Park-and-Ride Facility Location Selection under Nested Logit Demand Function

TL;DR

This paper extends the park-and-ride facility location problem by incorporating a nested logit demand model to better reflect real-world choice behavior, and develops efficient algorithms to solve large-scale instances exactly.

Contribution

It introduces a nested logit demand model for P&R location problems and proposes two computational methods, neighborhood search and randomized rounding, for large-scale optimization.

Findings

Methods solve 1,000 medium-scale instances rapidly.

Achieve exact optimality 10,000 times faster than previous MNL-based methods.

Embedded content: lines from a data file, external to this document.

import numpy as np

from heatlog.sim.fakemachine import PWRON_RESET, WDT_RESET, FakeMachine
from heatlog.sim.firmware import load_firmware
from heatlog.sim.monitor import ADDRESS as MONITOR_ADDRESS
from heatlog.sim.monitor import SimIna226
from heatlog.sim.scenarios import PROBE_TRUTH, R_FIXED_OHM, SHUNT_OHM, Scenario
from heatlog.sim.thermal import SuppliedHeater, ThermalModel, Vessel

_TABLE_T0, _TABLE_STEP = -20.0, 0.001
_LN_R_TABLE: list[float] = np.log(
    PROBE_TRUTH.temperature_to_resistance(np.arange(-20.0, 100.0, _TABLE_STEP))
).tolist()
TICKS_PERIOD = 1 << 30
ABORT_MS = 2000  # firmware/app.py's boot abort window
MAX_PENDING_OUT = 1 << 20  # a board's output nobody reads is dropped beyond this


class _SimFlash:
    """The firmware's FlashFs on a host directory, with a fixed flash size."""

    def __init__(self, base: Any, capacity: int):
        self._fs = base()
        self.capacity = capacity

    def __getattr__(self, name: str) -> Any:
        return getattr(self._fs, name)

    def space(self, path: str) -> tuple[int, int]:
        used = sum(f.stat().st_size for f in Path(path).iterdir() if f.is_file())
        return max(self.capacity - used, 0), self.capacity
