"""Downsampling long series for plots without losing the extremes.

A plot of a million points shows at most a few thousand pixels across; taking every n-th sample
can drop the peak a reader looks for. :func:`downsample_extrema` keeps, per bucket of consecutive
samples, the sample with the lowest and the one with the highest value (in time order), plus the
first and last samples of the series.
"""

from __future__ import annotations

import numpy as np

from heatlog.errors import InputError


def downsample_extrema(
    t: np.ndarray, y: np.ndarray, n_buckets: int
) -> tuple[np.ndarray, np.ndarray]:
    """At most 2·n_buckets (+ first and last) samples keeping each bucket's min and max.

    Buckets hold equal numbers of consecutive samples (the last may be shorter). Vectorised:
    the series is padded to whole buckets and reshaped, so a million samples take milliseconds.
    Series no longer than 2·n_buckets are returned whole (as copies).
    """
    ta = np.asarray(t, dtype=np.float64)
    ya = np.asarray(y, dtype=np.float64)
    if ta.ndim != 1 or ya.shape != ta.shape:
        raise InputError("downsampling needs 1-D time and value arrays of equal length")
    if n_buckets < 1:
        raise InputError(f"need at least 1 bucket, got {n_buckets}")
    n = ta.size
    if n <= 2 * n_buckets:
        return ta.copy(), ya.copy()
    size = -(-n // n_buckets)  # ceil
    rows = -(-n // size)
    pad = rows * size - n
    lo = np.concatenate((ya, np.full(pad, np.inf))).reshape(rows, size)
    hi = np.concatenate((ya, np.full(pad, -np.inf))).reshape(rows, size)
    offsets = np.arange(rows) * size
    idx = np.concatenate(
        ([0], offsets + np.argmin(lo, axis=1), offsets + np.argmax(hi, axis=1), [n - 1])
    )
    idx = np.unique(idx)  # sorted, so the result stays in time order
    return ta[idx], ya[idx]
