def steady_state_loss(power: Input, t_steady: Input, t_env: Input) -> HeatLoss:
    """G = P/(T_ss − T_env) from a heater of power P (W) holding the box at T_ss (°C).

    The two temperatures are taken as uncorrelated; if one probe read both, its offset cancels
    and this budget is conservative.
    """
    _check_input("the heater power", power)
    if not t_steady.value > t_env.value:
        raise InputError(
            f"the steady temperature ({t_steady.value:g} °C) must lie above the environment "
            f"({t_env.value:g} °C) with the heater on"
        )
    b = propagate(
        lambda P, T_ss, T_env: P / (T_ss - T_env),
        {"P": power, "T_ss": t_steady, "T_env": t_env},
        quantity="G = P/(T_ss − T_env)",
        unit="W/K",
    )
    return HeatLoss(b.value, b.u, "electrical calibration, steady state", budget=b)


def _cumtrapz(y: np.ndarray, t: np.ndarray) -> np.ndarray:
    """Cumulative trapezoid integral starting at 0 (vectorised)."""
    out = np.empty_like(y)
    out[0] = 0.0
    np.cumsum(0.5 * (y[1:] + y[:-1]) * np.diff(t), out=out[1:])
    return out


def _fit_arrays(
    time_s: np.ndarray, temp_C: np.ndarray, env_C: np.ndarray | float, what: str
) -> tuple[np.ndarray, np.ndarray, np.ndarray]:
    t = np.asarray(time_s, dtype=np.float64)
    y = np.asarray(temp_C, dtype=np.float64)
    env = np.broadcast_to(np.asarray(env_C, dtype=np.float64), t.shape)
    if t.size < MIN_FIT_ROWS:
        raise ReductionError(f"the {what} needs at least {MIN_FIT_ROWS} samples, got {t.size}")
    if np.any(np.diff(t) <= 0):
        raise InputError(f"the {what} needs strictly increasing time (one log segment)")
    return t, y, env


def _least_squares(x: np.ndarray, y: np.ndarray) -> tuple[np.ndarray, np.ndarray, float]:
    """Ordinary least squares y ≈ x·β: coefficients, their covariance and the residual rms."""
    beta, *_ = np.linalg.lstsq(x, y, rcond=None)
    resid = y - x @ beta
    dof = max(y.size - x.shape[1], 1)
    s2 = float(resid @ resid) / dof
    cov = s2 * np.linalg.inv(x.T @ x)
    return beta, cov, math.sqrt(s2)


#: Fit residual (rms) against the reading noise above which a curve fit is refused, and above
#: which it is kept with a warning (common practice, no source).
REFUSE_RESIDUAL_RATIO = 3.0
WARN_RESIDUAL_RATIO = 1.5
#: Smallest noise a residual is compared with, K: below a millikelvin a logged curve's noise is
#: not resolved (common practice, no source).
NOISE_FLOOR_K = 1e-3
#: Relative change of k when a decaying release term is added above which the fit is refused
#: (common practice, no source).
REFUSE_RELEASE_REL = 0.05
#: Excess over the environment at the fit's start, in reading noises, below which a cooling
#: fit is refused, and at which the stretch is ended (common practice, no source).
MIN_EXCESS_NOISE = 20.0
END_EXCESS_NOISE = 5.0
#: Decay times tried for a residual release term.
RELEASE_GRID = 40


def residual_check(
    rms_K: float, noise_K: float, resolution_K: float, what: str
) -> tuple[float, str | None]:
    """Ratio of a fit's residual rms to the reading noise, and a warning (or a refusal).

    The noise comes from the curve's second differences (:func:`reading_noise`), with the reading
    step's q/√12 and a 1 mK floor. A model that fits (Newton's law with no heat released, or the
    heater balance) leaves residuals at the noise; a release still under way, a wrong stretch or
    a wrong model leaves a curved residual many times larger.
    """
    floor = max(math.hypot(noise_K, resolution_K / math.sqrt(12.0)), NOISE_FLOOR_K)
    ratio = rms_K / floor
    if ratio > REFUSE_RESIDUAL_RATIO:
        raise ReductionError(
            f"the {what} does not follow its model: residual rms {rms_K:.2g} K against reading "
            f"noise {floor:.2g} K ({ratio:.0f}×); heat is still released in the stretch or the "
            "stretch is wrong — start later (time counted from the segment start) or give G"
        )
    if ratio > WARN_RESIDUAL_RATIO:
        return ratio, (
            f"the {what} leaves residuals {ratio:.1f}× the reading noise ({rms_K:.2g} K vs "
            f"{floor:.2g} K): the model fits only roughly; its result is less certain than stated"
        )
    return ratio, None


@dataclass(frozen=True)
class CoolingFit:
    """k = G/C (1/s) from Newton's-law cooling between ``start_s`` and ``end_s``.

    ``u_rate_per_s`` is the statistical part; ``u_release_per_s`` the bias a release still under
    way leaves (the change of k when a decaying release term is fitted beside Newton's law and
    proves significant); :attr:`u_total_per_s` combines them.
    """

    rate_per_s: float
    u_rate_per_s: float
    start_s: float
    end_s: float
    samples: int
    residual_K: float
    excess_start_K: float  # T − T_env at the start of the fit
    noise_K: float = 0.0
    residual_ratio: float = 0.0
    u_release_per_s: float = 0.0
    sub_rates_per_s: tuple[float, ...] = ()
    warnings: tuple[str, ...] = ()

    @property
    def time_constant_s(self) -> float:
        return 1.0 / self.rate_per_s

    @property
    def u_total_per_s(self) -> float:
        return math.hypot(self.u_rate_per_s, self.u_release_per_s)

    def to_dict(self) -> dict[str, object]:
        return {
            "rate_G_over_C_per_s": self.rate_per_s,
            "u_rate_per_s": self.u_total_per_s,
            "u_rate_statistical_per_s": self.u_rate_per_s,
            "u_rate_release_bias_per_s": self.u_release_per_s,
            "rate_with_release_term_per_s": list(self.sub_rates_per_s),
            "time_constant_h": self.time_constant_s / 3600.0,
            "start_s": self.start_s,
            "end_s": self.end_s,
            "samples": self.samples,
            "residual_rms_K": self.residual_K,
            "reading_noise_K": self.noise_K,
            "residual_to_noise": self.residual_ratio,
            "excess_at_start_K": self.excess_start_K,
            "warnings": list(self.warnings),
            "model": "Newton's law, integrated form T(t) − T(t_a) = −k∫(T − T_env)dt",
        }


def _newton_rate(ts: np.ndarray, ys: np.ndarray, es: np.ndarray) -> tuple[float, float, float]:
    x = _cumtrapz(ys - es, ts)
    if abs(x[-1]) == 0.0:
        raise ReductionError("the cooling fit's stretch stays at the environment temperature")
    design = np.column_stack([np.ones_like(x), -x])
    beta, cov, rms = _least_squares(design, ys)
    return float(beta[1]), math.sqrt(float(cov[1, 1])), rms


def _release_term(
    ts: np.ndarray, ys: np.ndarray, es: np.ndarray, rms0: float, k0: float
) -> tuple[float, float] | None:
    """k with a decaying residual release added, when that term is significant.

    Fits y = a − k·x + b·(1 − e^(−(t − t_a)/τ_r)) (the integral of a release P₀·e^(−(t − t_a)/τ_r)
    over C) for τ_r on a log grid, keeping the best; linear in (a, k, b) at each τ_r. Returns
    (k, τ_r) when the extra term lowers the residual sum beyond the F test at 99 % (2 and n − 4
    degrees of freedom, the level divided by the grid's size since the best τ_r is picked;
    scipy.stats; docs/REFERENCES.md: SCIPY) and moves k by more than twice its own standard
    uncertainty, else None.
    """
    x = _cumtrapz(ys - es, ts)
    tt = ts - ts[0]
    span = float(tt[-1])
    step = float(np.median(np.diff(ts)))
    best: tuple[float, float, float, float] | None = None
    for tau_r in np.geomspace(max(3.0 * step, span / 300.0), 3.0 * span, RELEASE_GRID):
        design = np.column_stack([np.ones_like(x), -x, -np.expm1(-tt / tau_r)])
        beta, cov, rms = _least_squares(design, ys)
        if best is None or rms < best[2]:
            best = (float(beta[1]), float(tau_r), rms, math.sqrt(float(cov[1, 1])))
    assert best is not None
    n = ts.size
    rss0, rss1 = rms0**2 * (n - 2), best[2] ** 2 * (n - 4)
    if n <= 6 or rss1 <= 0:
        return None
    f_stat = ((rss0 - rss1) / 2.0) / (rss1 / (n - 4))
    if f_stat <= float(f_dist.ppf(1.0 - 0.01 / RELEASE_GRID, 2, n - 4)):
        return None
    if abs(best[0] - k0) <= 2.0 * best[3]:
        return None  # the release term and the cooling are not told apart on this stretch
    return best[0], best[1]
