"""Pack, warmer and setting-material metrics from a temperature curve.

For a product that warms (hand warmer, setting material, anything ``generic``) the interesting
side of a threshold is *above*; for a cold pack it is *below*. Metrics, all from the start of the
log segment:

* peak (maximum, or minimum for a pack) temperature and the time to reach it;
* time to first reach the threshold (linear interpolation between readings);
* time beyond the threshold, and time within a band [low, high] (piecewise-linear curve: each
  interval counts the fraction of its length on the wanted side);
* total heat per gram (from :mod:`heatlog.profile.heat`).

Intervals skipped as gaps count for nothing (the caller flags the result). Uncertainties: the
temperature uncertainty u_T (probe calibration and reading noise) shifts the curve against the
threshold, so time figures are re-evaluated at threshold ± u_T and half the spread is the
standard uncertainty (a numerical GUM sensitivity); the time to the peak is uncertain over the
span where the curve stays within u_T of the peak (rectangular).

Default thresholds are rules of thumb (common practice, no source); they are not product or
safety limits. Set your own with the options.
"""

from __future__ import annotations

import math
from dataclasses import dataclass

import numpy as np

from heatlog.errors import InputError
from heatlog.gum import SQRT3

KINDS = ("warmer", "pack", "cement", "generic")


@dataclass(frozen=True)
class Thresholds:
    """A threshold (°C) and a band (low, high) in °C; either may be None (not evaluated)."""

    threshold_C: float | None = None
    band_C: tuple[float, float] | None = None
    source: str = "given"

    def __post_init__(self) -> None:
        if self.band_C is not None and not self.band_C[0] < self.band_C[1]:
            raise InputError(
                f"the band's low end ({self.band_C[0]:g} °C) must lie below its high end "
                f"({self.band_C[1]:g} °C)"
            )


#: Defaults per kind. Rules of thumb for useful warmth and coolness, not limits of any standard.
DEFAULT_THRESHOLDS: dict[str, Thresholds] = {
    "warmer": Thresholds(40.0, (40.0, 50.0), "common practice, no source; warm to the touch"),
    "pack": Thresholds(10.0, (0.0, 15.0), "common practice, no source; cool, not freezing"),
    "cement": Thresholds(None, None, "none by default"),
    "generic": Thresholds(None, None, "none by default"),
}


def direction(kind: str) -> int:
    """+1 when the wanted side of a threshold is above (warmers, setting), −1 for packs."""
    if kind not in KINDS:
        raise InputError(f"unknown kind {kind!r}; use one of {', '.join(KINDS)}")
    return -1 if kind == "pack" else 1


def time_beyond(
    time_s: np.ndarray,
    temp_C: np.ndarray,
    level_C: float,
    sign: int,
    skip: np.ndarray | None = None,
) -> float:
    """Seconds the piecewise-linear curve spends on the ``sign`` side of ``level_C`` (inclusive)."""
    z = sign * (np.asarray(temp_C, dtype=np.float64) - level_C)
    dt = np.diff(time_s)
    z0, z1 = z[:-1], z[1:]
    full = (z0 >= 0) & (z1 >= 0)
    cross = (z0 >= 0) != (z1 >= 0)
    with np.errstate(divide="ignore", invalid="ignore"):
        frac = np.where(cross, np.maximum(z0, z1) / np.abs(z1 - z0), 0.0)
    part = np.where(full, dt, frac * dt)
    if skip is not None:
        part = np.where(skip, 0.0, part)
    return float(np.sum(part))


def first_reach(time_s: np.ndarray, temp_C: np.ndarray, level_C: float, sign: int) -> float | None:
    """Seconds from the first sample until the curve first reaches ``level_C``; None if never."""
    t = np.asarray(time_s, dtype=np.float64)
    z = sign * (np.asarray(temp_C, dtype=np.float64) - level_C)
    hit = z >= 0
    if not hit.any():
        return None
    i = int(np.argmax(hit))
    if i == 0:
        return 0.0
    frac = -z[i - 1] / (z[i] - z[i - 1])
    return float(t[i - 1] + frac * (t[i] - t[i - 1]) - t[0])


def _spread(low: float | None, high: float | None) -> float | None:
    if low is None or high is None:
        return None
    return abs(high - low) / 2.0


@dataclass(frozen=True)
class Metrics:
    """Peak, threshold and band figures with standard uncertainties (seconds and °C)."""

    kind: str
    side: str  # "above" or "below"
    peak_C: float
    u_peak_C: float
    time_to_peak_s: float
    u_time_to_peak_s: float
    thresholds: Thresholds
    u_temp_K: float
    time_to_threshold_s: float | None = None
    u_time_to_threshold_s: float | None = None
    time_beyond_threshold_s: float | None = None
    u_time_beyond_threshold_s: float | None = None
    time_in_band_s: float | None = None
    u_time_in_band_s: float | None = None

    def to_dict(self) -> dict[str, object]:
        th = self.thresholds
        out: dict[str, object] = {
            "kind": self.kind,
            "side": self.side,
            "peak_C": self.peak_C,
            "u_peak_C": self.u_peak_C,
            "time_to_peak_s": self.time_to_peak_s,
            "u_time_to_peak_s": self.u_time_to_peak_s,
            "u_temp_K_used": self.u_temp_K,
            "threshold_C": th.threshold_C,
            "band_C": None if th.band_C is None else list(th.band_C),
            "thresholds_source": th.source,
        }
        if th.threshold_C is not None:
            out.update(
                time_to_threshold_s=self.time_to_threshold_s,
                u_time_to_threshold_s=self.u_time_to_threshold_s,
                **{
                    f"time_{self.side}_threshold_s": self.time_beyond_threshold_s,
                    f"u_time_{self.side}_threshold_s": self.u_time_beyond_threshold_s,
                },
            )
        if th.band_C is not None:
            out.update(time_in_band_s=self.time_in_band_s, u_time_in_band_s=self.u_time_in_band_s)
        return out


def metrics(
    time_s: np.ndarray,
    temp_C: np.ndarray,
    *,
    kind: str,
    thresholds: Thresholds | None = None,
    u_temp_K: float = 0.0,
    skip: np.ndarray | None = None,
) -> Metrics:
    """Peak, threshold and band metrics of one segment (see the module docstring).

    ``thresholds`` default to :data:`DEFAULT_THRESHOLDS` for the kind; ``u_temp_K`` is the
    standard uncertainty of a temperature reading (probe calibration and noise combined).
    """
    sign = direction(kind)
    th = DEFAULT_THRESHOLDS[kind] if thresholds is None else thresholds
    t = np.asarray(time_s, dtype=np.float64)
    y = np.asarray(temp_C, dtype=np.float64)
    if t.size < 2 or y.shape != t.shape:
        raise InputError("metrics need at least 2 samples with matching time and temperature")
    if not (math.isfinite(u_temp_K) and u_temp_K >= 0):
        raise InputError(f"the temperature uncertainty must be zero or positive, got {u_temp_K:g}")
    i_peak = int(np.argmax(sign * y))
    peak = float(y[i_peak])
    near = np.flatnonzero(sign * (y - peak) >= -u_temp_K)
    u_tpeak = float(t[near[-1]] - t[near[0]]) / 2.0 / SQRT3
    fields: dict[str, float | None] = {}
    if th.threshold_C is not None:
        level = th.threshold_C
        reach = first_reach(t, y, level, sign)
        fields["time_to_threshold_s"] = reach
        if reach is not None:
            # A higher reading is the same as a lower threshold: shift the level by ∓u_T.
            spread = _spread(
                first_reach(t, y, level - sign * u_temp_K, sign),
                first_reach(t, y, level + sign * u_temp_K, sign),
            )
            fields["u_time_to_threshold_s"] = (
                spread if spread is not None else float(t[-1] - t[0]) / SQRT3
            )
        fields["time_beyond_threshold_s"] = time_beyond(t, y, level, sign, skip)
        fields["u_time_beyond_threshold_s"] = (
            abs(
                time_beyond(t, y, level - u_temp_K, sign, skip)
                - time_beyond(t, y, level + u_temp_K, sign, skip)
            )
            / 2.0
        )
    if th.band_C is not None:
        lo, hi = th.band_C

        def in_band(shift: float) -> float:
            return time_beyond(t, y, lo + shift, 1, skip) - time_beyond(t, y, hi + shift, 1, skip)

        fields["time_in_band_s"] = in_band(0.0)
        fields["u_time_in_band_s"] = abs(in_band(-u_temp_K) - in_band(u_temp_K)) / 2.0
    return Metrics(
        kind=kind,
        side="below" if sign < 0 else "above",
        peak_C=peak,
        u_peak_C=u_temp_K,
        time_to_peak_s=float(t[i_peak] - t[0]),
        u_time_to_peak_s=u_tpeak,
        thresholds=th,
        u_temp_K=u_temp_K,
        **fields,
    )
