"""Safety flags for products that touch skin (hand warmers, cold packs) and for setting materials.

Contact burns depend on temperature *and* time. The classic human data (Moritz & Henriques 1947,
from memory) put the threshold near 44 °C for about 6 h of contact, with the time roughly halving
for every further 1 °C up to about 51 °C. Here that rule gives a contact time to a burn threshold

    t_burn(T) = 6 h · 2^−(T − 44 °C)      for T ≥ 43 °C

(extrapolated, and so conservative, above 51 °C), and the exposure index Σ Δt / t_burn(T_a) over
the log — 1 means the logged temperature, held on skin for the logged time, reaches the rule's
burn threshold. ISO 13732-1 gives burn thresholds for touching hot surfaces; those are thresholds
for guidance, not limits for products, and no product standard's limits are used here.

Cold injury: contact below 0 °C can freeze skin (frostbite); packs that reach it are flagged.

The flags are computed from the logged temperature, which may not be the temperature of the
surface touching skin. They are guidance, never a clearance: follow the product's safety data
sheet and the rules that apply where you are.
"""

from __future__ import annotations

from dataclasses import dataclass

import numpy as np

from heatlog.profile.metrics import time_beyond

#: Temperature from which prolonged contact is flagged (Moritz & Henriques 1947, from memory).
PROLONGED_CONTACT_C = 43.0
#: Reference point of the burn-time rule: about 6 h at 44 °C (Moritz & Henriques 1947, from memory).
BURN_REF_C = 44.0
BURN_REF_H = 6.0
#: Contact time (h) above PROLONGED_CONTACT_C from which the flag is raised (common practice, no source).
PROLONGED_CONTACT_H = 1.0
#: Freezing: below this, skin contact risks cold injury.
FREEZING_C = 0.0

MOSTLY = (
    "The flags use the logged temperature, which may differ from the surface that touches skin. "
    "Children, older people, people with diabetes or reduced sensation, and anyone asleep can be "
    "hurt at lower temperatures and shorter times. Follow the product's safety data sheet and "
    "local rules; these flags are guidance, not a clearance."
)
SOURCE_BURN = "Moritz & Henriques 1947 (from memory); ISO 13732-1 gives thresholds, not limits"


@dataclass(frozen=True)
class SafetyFlag:
    """One finding: ``level`` is "info", "caution" or "warning"."""

    level: str
    code: str
    message: str
    source: str

    def to_dict(self) -> dict[str, str]:
        return {
            "level": self.level,
            "code": self.code,
            "message": self.message,
            "source": self.source,
        }


def burn_time_h(temp_C: np.ndarray | float) -> np.ndarray:
    """Contact time (h) to a burn threshold by the halving rule; inf below 43 °C."""
    y = np.asarray(temp_C, dtype=np.float64)
    t = BURN_REF_H * np.exp2(-(y - BURN_REF_C))
    return np.where(y >= PROLONGED_CONTACT_C, t, np.inf)


def burn_exposure(time_s: np.ndarray, temp_C: np.ndarray, skip: np.ndarray | None = None) -> float:
    """Σ Δt / t_burn(T_a) along the log (dimensionless; 1 = the rule's burn threshold)."""
    y = np.asarray(temp_C, dtype=np.float64)
    t_a = 0.5 * (y[1:] + y[:-1])
    dt_h = np.diff(time_s) / 3600.0
    dose = dt_h / burn_time_h(t_a)
    if skip is not None:
        dose = np.where(skip, 0.0, dose)
    return float(np.sum(dose))


def _hours(s: float) -> str:
    return f"{s / 3600.0:.2f} h" if s >= 3600 else f"{s / 60.0:.1f} min"


def safety_flags(
    time_s: np.ndarray,
    temp_C: np.ndarray,
    *,
    kind: str,
    skip: np.ndarray | None = None,
) -> list[SafetyFlag]:
    """The safety findings for one segment; always ends with the general caution."""
    t = np.asarray(time_s, dtype=np.float64)
    y = np.asarray(temp_C, dtype=np.float64)
    flags: list[SafetyFlag] = []
    if kind == "cement":
        flags.append(
            SafetyFlag(
                "info",
                "alkaline-material",
                "Wet cement and mortar are strongly alkaline and can cause chemical burns: wear gloves "
                "and eye protection, and wash skin promptly; see the product's safety data sheet.",
                "common practice, no source",
            )
        )
        if float(np.min(y)) < FREEZING_C:
            flags.append(
                SafetyFlag(
                    "caution",
                    "early-frost",
                    f"The sample fell to {float(np.min(y)):.1f} °C: fresh mortar or concrete that freezes "
                    "early can be damaged; check local rules for cold-weather work.",
                    "common practice, no source",
                )
            )
    else:
        hot_s = time_beyond(t, y, PROLONGED_CONTACT_C, 1, skip)
        dose = burn_exposure(t, y, skip)
        peak = float(np.max(y))
        if dose >= 1.0:
            flags.append(
                SafetyFlag(
                    "warning",
                    "contact-burn",
                    f"Held on skin for the logged time, this temperature history reaches a contact-burn "
                    f"threshold (exposure index {dose:.2f} ≥ 1; about 6 h at 44 °C, time halving per "
                    f"+1 °C). Do not use directly on skin; never sleep on it.",
                    SOURCE_BURN,
                )
            )
        elif hot_s >= PROLONGED_CONTACT_H * 3600.0 or dose >= 0.1:
            flags.append(
                SafetyFlag(
                    "caution",
                    "prolonged-contact",
                    f"{_hours(hot_s)} at or above {PROLONGED_CONTACT_C:g} °C (exposure index {dose:.2f}): "
                    "prolonged contact at these temperatures can burn; keep a layer of cloth between it "
                    "and skin and limit the time.",
                    SOURCE_BURN,
                )
            )
        if peak >= BURN_REF_C + 4.0:
            flags.append(
                SafetyFlag(
                    "warning",
                    "hot-surface",
                    f"Peak {peak:.1f} °C: by the halving rule a burn threshold is reached after about "
                    f"{_hours(float(burn_time_h(peak)) * 3600.0)} of contact at this temperature.",
                    SOURCE_BURN + "; above 51 °C the rule is extrapolated",
                )
            )
        cold_s = time_beyond(t, y, FREEZING_C, -1, skip)
        if cold_s > 0:
            flags.append(
                SafetyFlag(
                    "warning",
                    "cold-injury",
                    f"{_hours(cold_s)} below {FREEZING_C:g} °C (minimum {float(np.min(y)):.1f} °C): "
                    "contact below freezing can cause frostbite; wrap the pack in cloth and limit use "
                    "to short periods.",
                    "common practice, no source",
                )
            )
    flags.append(SafetyFlag("info", "general", MOSTLY, "common practice, no source"))
    return flags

Highlight differences between MNL and NL models in P&R context.

Abstract

Park-and-ride facilities are car parks where users can transfer to public transportation. Commuters can use P&R facilities or choose to travel by car to their destinations, and individual choice behavior is assumed to follow a logit model. The P&R facility location problem identifies locations for a fixed number of P&R facilities from among potential locations such that the number of users of the P&R facilities is maximized. This problem has previously been formalized under a multinomial logit demand function. However, as it imposes the strong condition of the independence of irrelevant alternatives, the MNL model is unable to represent the real-world P&R facility location problem exactly. Respecting the nested structure of individual choice behavior, we generalize the MNL model to a nested logit model and develop two computational methods -- neighborhood search and randomized rounding -- to solve large-scale P&R facility location problems under the NL demand function. The neighborhood search method first finds one feasible solution and then improves the feasible solution to the next one along an edge of the polyhedron whose vertices are the feasible solutions. The neighborhood search method is randomized to create an adaptive randomized rounding procedure. Computational experiments verified that the computational methods were able to solve the nonlinear optimization problem under the NL demand function on 1,000 medium-scale instances to exact optimality rapidly. Specifically, the methods were verified to solve the MNL model to exact optimality 10,000 times faster than the mixed integer linear programming formulation described in the literature. We performed additional computational experiments to assess the performance of our computational methods on a variety of large-scale instances. Our computational analysis also elucidates the difference between the MNL and NL models.